A Chilling Documentary Analysis: Unpacking a Notorious Shooting Via the Perspective of a State Cop's Body-Cam
The true crime category has an innovative format, or perhaps even a completely fresh vocabulary and structure: police body cam footage. Faces of victims, observers and potential offenders loom up to the cameras, sometimes in the harsh glare of headlights or flashlights as the officers approach, their faces and voices eloquent of wariness or panic or indignation or suspiciously contrived innocence. And we frequently catch sight of the faces of the law enforcement personnel, one standing by blankly while the other asks the questions with what occasionally seems like extraordinary diffidence – though maybe this is because they know they are being recorded.
A Growing Trend in Non-Fiction Cinema
We have already had the Netflix real-life crime film The Gabby Petito Case, about the killing of an social media personality by her partner, whose main point of interest was body cam footage and in which, as in this film, the law enforcement seemed surprisingly lenient with the suspect. There is also Bill Morrison’s Oscar-nominated short Incident, made exclusively of officer footage. Now comes Geeta Gandbhir’s documentary about the grim case of Ajike Owens in a city in Florida, a African American woman whose children allegedly harassed and antagonized her neighbor, Susan Lorincz. In 2023, after an escalating series of neighbour-dispute incidents in which the police were repeatedly called, the accused fatally shot Owens through her closed front door, when Owens went to the neighbor's residence to confront her about hurling items at her children.
The Police Inquiry and Legal Context
The arresting officers found evidence that Lorincz had done online research into Florida’s “stand your ground” laws, which permit householders and others to use firearms if there is a reasonable belief of threat. The documentary constructs its narrative with the body cam footage generated during the repeated police visits to the location before the killing, and then at the horrific and chaotic incident site itself – prefaced by emergency call recordings of Lorincz calling the police in a dramatically trembling voice. There is also police cell footage of Lorincz which has a disturbing, unsettling appeal.
Depiction of the Suspect
The film does not really imply anything too complicated about the neighbor, or any extenuating circumstance. She is obviously disturbed, although the children are heard calling her “the Karen”, an ugly jibe. The film is presented as an illustration of how self-defense regulations lead to unnecessary and heartbreaking bloodshed. But the fact of firearm possession and the constitutional right (that historic American constitutional privilege that a deceased pundit famously claimed made firearm fatalities a price worth paying) is not much emphasized.

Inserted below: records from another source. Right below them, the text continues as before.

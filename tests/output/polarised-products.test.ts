import { execFileSync } from 'node:child_process'
import { writeFileSync } from 'node:fs'
import { join } from 'node:path'
import { PNG } from 'pngjs'
import { describe, expect, it } from 'vitest'
import { stokesPlanes } from '../../src/camera/stokes-planes.js'
import { cameraFits } from '../../src/output/fits/camera-fits.js'
import { azimuthalPicture, azimuthalStokes } from '../../src/output/png/azimuthal-picture.js'
import { polarisationTicks } from '../../src/output/png/polarisation-ticks.js'
import { polarisedPicture } from '../../src/output/png/polarised-picture.js'
import { spectrumEcsv } from '../../src/output/spectrum-ecsv.js'
import { folderWith } from '../support/folder-with.js'
import { astropy, fitsverify, itWith, runPython } from '../support/python.js'
import { exampleImages, exampleScene, exampleSpectrum } from './examples.js'

const folder = folderWith()

/** Wholly azimuthal about the middle of an 8 x 8 image, 40 % of 1 MJy/sr: Q = -0.4 cos 2 phi, U = -0.4 sin 2 phi. */
const swirl = (unit = 'MJy/sr') =>
  exampleImages(() => 1e-17, {
    pixels: [8, 8],
    fieldArcsec: [8, 8],
    unit,
    wavelengths: [1e-4],
    polarised: (x, y) => {
      const phi = Math.atan2(3.5 - x, y - 3.5)
      return [-0.4e-17 * Math.cos(2 * phi), -0.4e-17 * Math.sin(2 * phi)]
    }
  })

describe('FITS extensions Q, U and V', () => {
  itWith(fitsverify, 'have no error and no warning in fitsverify', () => {
    for (const unit of ['MJy/sr', 'mag/arcsec2']) {
      const file = join(folder, 'polarised.fits')
      writeFileSync(file, cameraFits(swirl(unit), exampleScene()))
      expect(execFileSync(fitsverify.command, [file], { encoding: 'utf8' })).toContain('found 0 warning(s) and 0 error(s)')
    }
  })

  itWith(astropy, 'are read by astropy with unit, errors and convention; beside magnitudes in MJy/sr', () => {
    for (const unit of ['MJy/sr', 'mag/arcsec2']) {
      const file = join(folder, 'astropy.fits')
      writeFileSync(file, cameraFits(swirl(unit), exampleScene()))
      const script = `
import json, sys
from astropy.io import fits
from astropy.wcs import WCS
with fits.open(sys.stdin.read(), checksum=True) as file:
    names = [hdu.name for hdu in file]
    hdus = [file[n] for n in ('Q', 'SIGMA_Q', 'U', 'SIGMA_U', 'V', 'SIGMA_V')]
    print(json.dumps(dict(names=names, units=[h.header['BUNIT'] for h in hdus], convention=[h.header['POLCCONV'] for h in hdus],
        east=[float(h.data[0, 3, 0]) for h in hdus], ra=float(WCS(file['Q'].header, file).pixel_to_world_values(3.5, 3.5, 0)[0]))))
`
      const found = JSON.parse(runPython(script, file))
      expect(found.names.slice(5, 11)).toEqual(['Q', 'SIGMA_Q', 'U', 'SIGMA_U', 'V', 'SIGMA_V'])
      expect(new Set(found.units)).toEqual(new Set(['MJy/sr']))
      expect(new Set(found.convention)).toEqual(new Set(['IAU']))
      // Column 0 is east: an azimuthal electric vector is north-south there, nearly: Q = +0.4 cos(2 x 8.13 deg).
      const [q, sigmaQ, u, , v, sigmaV] = found.east
      expect(q).toBeCloseTo(0.4 * Math.cos(2 * Math.atan2(0.5, 3.5)), 12)
      expect(Math.abs(u)).toBeCloseTo(0.4 * Math.sin(2 * Math.atan2(0.5, 3.5)), 12)
      expect([sigmaQ, v, sigmaV]).toEqual([0.001, 0.01, 0.001].map((value) => expect.closeTo(value, 12)))
      expect(found.ra).toBeCloseTo(84.21, 9)
    }
  })
})

describe('flux columns q and u', () => {
  itWith(astropy, 'are read by astropy, in Jy beside magnitudes', () => {
    for (const unit of ['Jy', 'mag']) {
      const spectrum = exampleSpectrum([1e-4], [2e-23], unit)
      spectrum.stokes = stokesPlanes(1)
      spectrum.stokes.q[0] = -0.1e-23
      spectrum.stokes.sigmaU[0] = 0.02e-23
      const script = `
import json, sys
from astropy.table import QTable
import astropy.units as u
table = QTable.read(sys.stdin.read(), format='ascii.ecsv')
print(json.dumps([table.colnames[6:], float(table['q'][0].to_value(u.Jy)), float(table['sigma_u'][0].to_value(u.Jy))]))
`
      const [names, q, sigma] = JSON.parse(runPython(script, spectrumEcsv(spectrum, exampleScene())))
      expect(names).toEqual(['q', 'sigma_q', 'u', 'sigma_u'])
      expect(q).toBeCloseTo(-0.1, 12)
      expect(sigma).toBeCloseTo(0.02, 12)
    }
  })
})

describe('azimuthal Stokes parameters', () => {
  it('of azimuthal light are Q_phi = its polarised intensity and U_phi = 0', () => {
    const { q, u } = azimuthalStokes(swirl(), 0)
    for (let i = 0; i < 64; i++) {
      expect(q[i] / 1e-17).toBeCloseTo(0.4, 12)
      expect(u[i] / 1e-17).toBeCloseTo(0, 12)
    }
  })
})

describe('pictures of polarised light', () => {
  const size = (bytes: Uint8Array) => PNG.sync.read(Buffer.from(bytes))
  const panel = { left: 0, top: 0, width: 80, height: 80, auPerPixel: 1, light: false }
  const ends = (line: string) => [...line.matchAll(/[xy][12]="([-\d.]+)"/g)].map(([, value]) => Number(value))

  it('have ticks along the electric vector', () => {
    // Everywhere at position angle 45 deg: from north-east, up and to the left, to south-west.
    const slanted = exampleImages(() => 1e-17, { pixels: [8, 8], wavelengths: [1e-4], polarised: () => [0, 0.3e-17] })
    const { marks, note } = polarisationTicks(slanted, 0)
    const lines = marks(panel)
    expect(lines).toHaveLength(2 * 64)
    for (const line of lines) {
      const [x1, y1, x2, y2] = ends(line)
      expect((y2 - y1) / (x2 - x1)).toBeCloseTo(1, 2)
    }
    expect(note).toContain('20 % polarised')
  })

  it('have none where the error is as large', () => {
    const noisy = swirl()
    noisy.stokes!.sigmaQ.fill(1e-17)
    expect(polarisationTicks(noisy, 0).marks(panel)).toEqual([])
  })

  it('are drawn for any unit, and when nothing is polarised', () => {
    const dark = exampleImages(() => 0, { pixels: [8, 8], wavelengths: [1e-4], polarised: () => [0, 0] })
    for (const images of [swirl(), swirl('mag/arcsec2'), swirl('K'), dark]) {
      for (const bytes of [polarisedPicture(images, 0, exampleScene()), azimuthalPicture(images, 0, exampleScene(), 'u')])
        expect(size(bytes).width).toBeGreaterThan(600)
    }
  })

  it('show Q_phi > 0 in red and U_phi = 0 in nearly white', () => {
    const at = (bytes: Uint8Array) => {
      const { data, width, height } = size(bytes)
      const i = 4 * ((height >> 1) * width + 300)
      return [...data.subarray(i, i + 3)]
    }
    const [red, , blue] = at(azimuthalPicture(swirl(), 0, exampleScene(), 'q'))
    expect(red).toBeGreaterThan(2 * blue)
    for (const channel of at(azimuthalPicture(swirl(), 0, exampleScene(), 'u'))) expect(channel).toBeGreaterThan(230)
  })
})
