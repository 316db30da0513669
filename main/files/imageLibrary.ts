import sharp from 'sharp';

// A desktop program opens many photos over hours: nothing decoded is kept behind our back, and on Windows a
// cached file would stay locked.
sharp.cache(false);

export { sharp };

Officer Questioning and Firearm Norms
It is possible to watch the police interrogation scenes here and feel surprised at how minimal concern the police took in this aspect. At what time did she purchase the firearm? Where (if anywhere) did she train in its use? Had she ever had occasion to fire it before? Where did she store it in the house? Could it have been easily accessible and prepared? The police aren’t shown asking any of these surely relevant questions (though they could have inquired in recordings that didn’t make the edit). Or is possessing a firearm so normal it would be like asking about kitchen appliances or bread heaters?
Arrest and Aftermath
For what seemed to her local residents a extended period, Lorincz was not even arrested and charged, only held and even offered a hotel stay away from home for the night (another point of comparison, by the way, with the Gabby Petito case). And when she was ultimately formally arrested in the detention area, there is an extraordinary sequence in which the individual simply refuses to stand, refuses to put her wrists out for the cuffs, not hostilely, but with the politely self-pitying air of someone whose mental health means that she is unable to comply. Had the kid-gloves treatment up until that point encouraged her to think that this could be effective?
Conclusion and Verdict
It didn’t; and the jury’s verdict is saved for the end titles. A deeply sobering picture of American crime and punishment.